7. The method as described in claim 6, characterized in that, Each iteration also includes: Based on the current disparity of this iteration, the right view of the stereo image pair is processed to obtain the reconstructed left view; Calculate the stereo reconstruction loss, which is the photometric difference between the reconstructed left view and the left view of the stereo image pair; The monocular depth reference information is used to distinguish the occlusion regions in the stereo image pair, and the occlusion perception loss is calculated. Calculate the disparity guidance loss, which is the difference between the current disparity and the initial disparity in the current iteration; A self-supervised joint loss function is constructed by combining the stereo reconstruction loss, the occlusion perception loss, and the disparity guidance loss. The parameters of the cyclic update module are optimized by minimizing the self-supervised joint loss function through backpropagation.
8. The method as described in claim 1, characterized in that, The solid geometric features are extracted according to the following steps: Feature maps of the left and right views of the stereo image pair are extracted by a feature extraction encoder. Calculate the similarity correlation between the left view feature map and the right view feature map under different disparities, and construct the correlation volume; Multi-scale downsampling is performed on the relevant volumes to construct a multi-scale relevant feature pyramid; The multi-scale correlated feature pyramid is used as the stereo geometric features extracted from the stereo image pair.

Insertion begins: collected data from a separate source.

test("a big photo at a photo step is kept as a ≤ 1600 px JPEG named by the SHA-256 of its bytes", async ({ page, context }) => {
  const saw = await openDemoSaw(page, context, { offline: true });
  await waitForHooks(page);
  const intake = step(page, "intake-photo");
  await intake.locator('input[type="file"]').setInputFiles({ name: "bench.png", mimeType: "image/png", buffer: bigPng() });
  await expect(intake.getByRole("img", { name: "Photo as it came in, photo 1" })).toBeVisible({ timeout: 30_000 });
  await expect(intake).toHaveAttribute("data-answered", "yes");

  const { photos, blobCount, photoChanges } = await devicePhotos(page, saw.id);
  expect(photos).toHaveLength(1);
  const [photo] = photos as [StoredPhoto];
  expect(photo.stepId).toBe("intake-photo");
  expect(photo.blob).not.toBeNull();
  const bytes = Buffer.from(photo.blob!.data);
  expect(photo.sha256).toBe(createHash("sha256").update(bytes).digest("hex")); // [Node.js crypto] independent SHA-256
  const size = jpegSize(bytes); // [ISO/IEC 10918-1] the JPEG's own frame header, not what the app says
  expect(size.width).toBe(1600);
  expect(Math.abs(size.height - (2000 * 1600) / 3000)).toBeLessThanOrEqual(1); // 3:2 kept: 1066.7 px
  expect({ width: photo.width, height: photo.height }).toEqual(size);
  expect(photo.mime).toBe("image/jpeg");
  expect(photo.blob!.type).toBe("image/jpeg");
  expect(photo.bytes).toBe(bytes.length);
  expect(photo.blob!.bytes).toBe(bytes.length);
  expect(blobCount).toBe(1);
  expect(photoChanges).toBe(1); // waiting to be sent: this test is offline
});
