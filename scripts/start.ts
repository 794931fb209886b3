/**
 * npm start: migrate, seed the demo shop when new, build when the build is missing or stale,
 * start the local fakes, then serve on PORT (default 3000).
 */
import { spawn } from "node:child_process";
import { buildIfNeeded } from "./lib/build";
import { prepareData } from "./lib/prepare";
import { startFakes } from "./lib/fakes";

process.env.NEXT_TELEMETRY_DISABLED = "1";
process.env.AUTH_TRUST_HOST = "true";

async function main() {
  await prepareData();
  buildIfNeeded();
  const fakes = await startFakes();
  const port = process.env.PORT || "3000";
  const args = ["next", "start", "-p", port];
  if (process.env.HOST) args.push("-H", process.env.HOST);
  const server = spawn("npx", args, { stdio: "inherit", env: process.env });
  console.log(`[benchwright] serving on http://localhost:${port}`);
  const stop = (signal: NodeJS.Signals) => {
    server.kill(signal);
    void fakes.stop();
  };
  process.on("SIGINT", () => stop("SIGINT"));
  process.on("SIGTERM", () => stop("SIGTERM"));
  server.on("exit", (code) => {
    void fakes.stop().finally(() => process.exit(code ?? 0));
  });
}

main().catch((err) => {
  console.error(err);
  process.exit(1);
});
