import { openDatabase } from "../db/client";
import { databaseFile } from "../db/config";
import { ensureShop } from "../db/seed";

const db = openDatabase(databaseFile());
ensureShop(db);
db.$client.close();
console.log(`[benchwright] migrated ${databaseFile()}`);
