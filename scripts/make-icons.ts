/**
 * Draws Benchwright's app icons into public/ (run: npm run icons; the PNG files are committed).
 *
 * The mark is our own: a bold white "B" standing on a bench top, on the app's accent violet (#4b3a9c from
 * app/globals.css). Shapes are drawn in a 100 × 100 design space and sampled 4 × 4 per pixel for smooth edges.
 */
import fs from "node:fs";
import path from "node:path";
import { PNG } from "pngjs";

const ACCENT = [0x4b, 0x3a, 0x9c] as const;
const WHITE = [0xff, 0xff, 0xff] as const;
const OUT = path.join(process.cwd(), "public");

type Shape = (x: number, y: number) => boolean;

const rect =
  (x0: number, x1: number, y0: number, y1: number): Shape =>
  (x, y) =>
    x >= x0 && x <= x1 && y >= y0 && y <= y1;
/** The right half of a disc (a bowl of the letter). */
const rightHalfDisc =
  (cx: number, cy: number, r: number): Shape =>
  (x, y) =>
    x >= cx && (x - cx) ** 2 + (y - cy) ** 2 <= r * r;
const union =
  (...shapes: Shape[]): Shape =>
  (x, y) =>
    shapes.some((s) => s(x, y));
const minus =
  (a: Shape, b: Shape): Shape =>
  (x, y) =>
    a(x, y) && !b(x, y);

// The "B": a 12-unit stem, two bowls with 11-unit strokes, the lower bowl a little wider.
const upperBowl = minus(
  union(rect(30, 52, 20, 54), rightHalfDisc(52, 37, 17)),
  union(rect(42, 52, 31, 43), rightHalfDisc(52, 37, 6)),
);
const lowerBowl = minus(
  union(rect(30, 55, 43, 76), rightHalfDisc(55, 59.5, 16.5)),
  union(rect(42, 55, 54, 65), rightHalfDisc(55, 59.5, 5.5)),
);
// The bench top it stands on, with two short legs.
const bench = union(rect(22, 78, 79, 84), rect(26, 31, 84, 90), rect(69, 74, 84, 90));
const drawn = union(upperBowl, lowerBowl, bench);
/** The mark spans y 20–90: moved up 5 units so it sits in the middle. */
const glyph: Shape = (x, y) => drawn(x, y + 5);

/** Inside a rounded square covering the whole canvas (corner radius in design units). */
const roundedSquare =
  (radius: number): Shape =>
  (x, y) => {
    const cx = Math.min(Math.max(x, radius), 100 - radius);
    const cy = Math.min(Math.max(y, radius), 100 - radius);
    return (x - cx) ** 2 + (y - cy) ** 2 <= radius * radius;
  };

interface IconSpec {
  file: string;
  size: number;
  /** Scale of the glyph around the centre: maskable icons keep it inside the central 80 % safe circle. */
  glyphScale: number;
  /** Rounded corners with transparency ("any" icons); full-bleed squares for maskable and Apple icons. */
  cornerRadius?: number;
}

export const ICONS: IconSpec[] = [
  { file: "icons/icon-192.png", size: 192, glyphScale: 1, cornerRadius: 22 },
  { file: "icons/icon-512.png", size: 512, glyphScale: 1, cornerRadius: 22 },
  { file: "icons/maskable-192.png", size: 192, glyphScale: 0.72 },
  { file: "icons/maskable-512.png", size: 512, glyphScale: 0.72 },
  { file: "icons/apple-touch-icon.png", size: 180, glyphScale: 0.85 },
  { file: "icons/favicon-32.png", size: 32, glyphScale: 1.08, cornerRadius: 18 },
  { file: "icons/favicon-16.png", size: 16, glyphScale: 1.12, cornerRadius: 16 },
];

export function drawIcon({ size, glyphScale, cornerRadius }: IconSpec): PNG {
  const png = new PNG({ width: size, height: size });
  const background: Shape = cornerRadius ? roundedSquare(cornerRadius) : () => true;
  const S = 4;
  for (let py = 0; py < size; py++) {
    for (let px = 0; px < size; px++) {
      let bg = 0;
      let fg = 0;
      for (let sy = 0; sy < S; sy++) {
        for (let sx = 0; sx < S; sx++) {
          const x = ((px + (sx + 0.5) / S) / size) * 100;
          const y = ((py + (sy + 0.5) / S) / size) * 100;
          if (!background(x, y)) continue;
          bg++;
          if (glyph(50 + (x - 50) / glyphScale, 50 + (y - 50) / glyphScale)) fg++;
        }
      }
      const i = (py * size + px) * 4;
      const t = bg ? fg / bg : 0;
      for (let c = 0; c < 3; c++) png.data[i + c] = Math.round(ACCENT[c]! * (1 - t) + WHITE[c]! * t);
      png.data[i + 3] = Math.round((bg / (S * S)) * 255);
    }
  }
  return png;
}

/** A .ico that holds PNG images (read by every current browser). */
export function icoFrom(pngs: { size: number; data: Buffer }[]): Buffer {
  const header = Buffer.alloc(6 + 16 * pngs.length);
  header.writeUInt16LE(0, 0);
  header.writeUInt16LE(1, 2); // 1 = icon
  header.writeUInt16LE(pngs.length, 4);
  let offset = header.length;
  pngs.forEach((p, n) => {
    const e = 6 + 16 * n;
    header.writeUInt8(p.size >= 256 ? 0 : p.size, e);
    header.writeUInt8(p.size >= 256 ? 0 : p.size, e + 1);
    header.writeUInt8(0, e + 2); // no palette
    header.writeUInt8(0, e + 3);
    header.writeUInt16LE(1, e + 4); // colour planes
    header.writeUInt16LE(32, e + 6); // bits per pixel
    header.writeUInt32LE(p.data.length, e + 8);
    header.writeUInt32LE(offset, e + 12);
    offset += p.data.length;
  });
  return Buffer.concat([header, ...pngs.map((p) => p.data)]);
}

function main() {
  const written: Record<string, Buffer> = {};
  for (const spec of ICONS) {
    const data = PNG.sync.write(drawIcon(spec), { colorType: 6 });
    const file = path.join(OUT, spec.file);
    fs.mkdirSync(path.dirname(file), { recursive: true });
    fs.writeFileSync(file, data);
    written[spec.file] = data;
    console.log(`wrote public/${spec.file} (${spec.size}×${spec.size}, ${data.length} bytes)`);
  }
  const ico = icoFrom([
    { size: 16, data: written["icons/favicon-16.png"]! },
    { size: 32, data: written["icons/favicon-32.png"]! },
  ]);
  fs.writeFileSync(path.join(OUT, "favicon.ico"), ico);
  console.log(`wrote public/favicon.ico (${ico.length} bytes)`);
}

if (import.meta.url === `file://${process.argv[1]}` || process.argv[1]?.endsWith("make-icons.ts")) main();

9. A stereo depth estimation system, characterized in that, The system includes: A stereo image acquisition module is used to acquire a stereo image pair of an image to be processed, wherein the stereo image pair includes a left view and a right view of the image to be processed; The monocular depth estimation module is used to call the visual base model to perform monocular depth estimation on the left view and obtain monocular depth reference information. The scale calibration module is used to perform scale calibration on the monocular depth reference information using the geometric constraints of the stereo image pair to obtain the initial disparity; An iterative module is used to iteratively optimize the initial disparity using the stereo geometric features extracted from the stereo image pair to obtain the final disparity; The depth map metric module is used to generate a depth map metric based on the final disparity.
10. An electronic device, comprising: A memory, a processor, and a computer program stored in the memory and executable on the processor, characterized in that the processor executes the computer program to implement the method as claimed in any one of claims 1-8.
11. A computer-readable storage medium, characterized in that, It stores computer-readable instructions that can be executed by a processor to implement the method as described in any one of claims 1-8.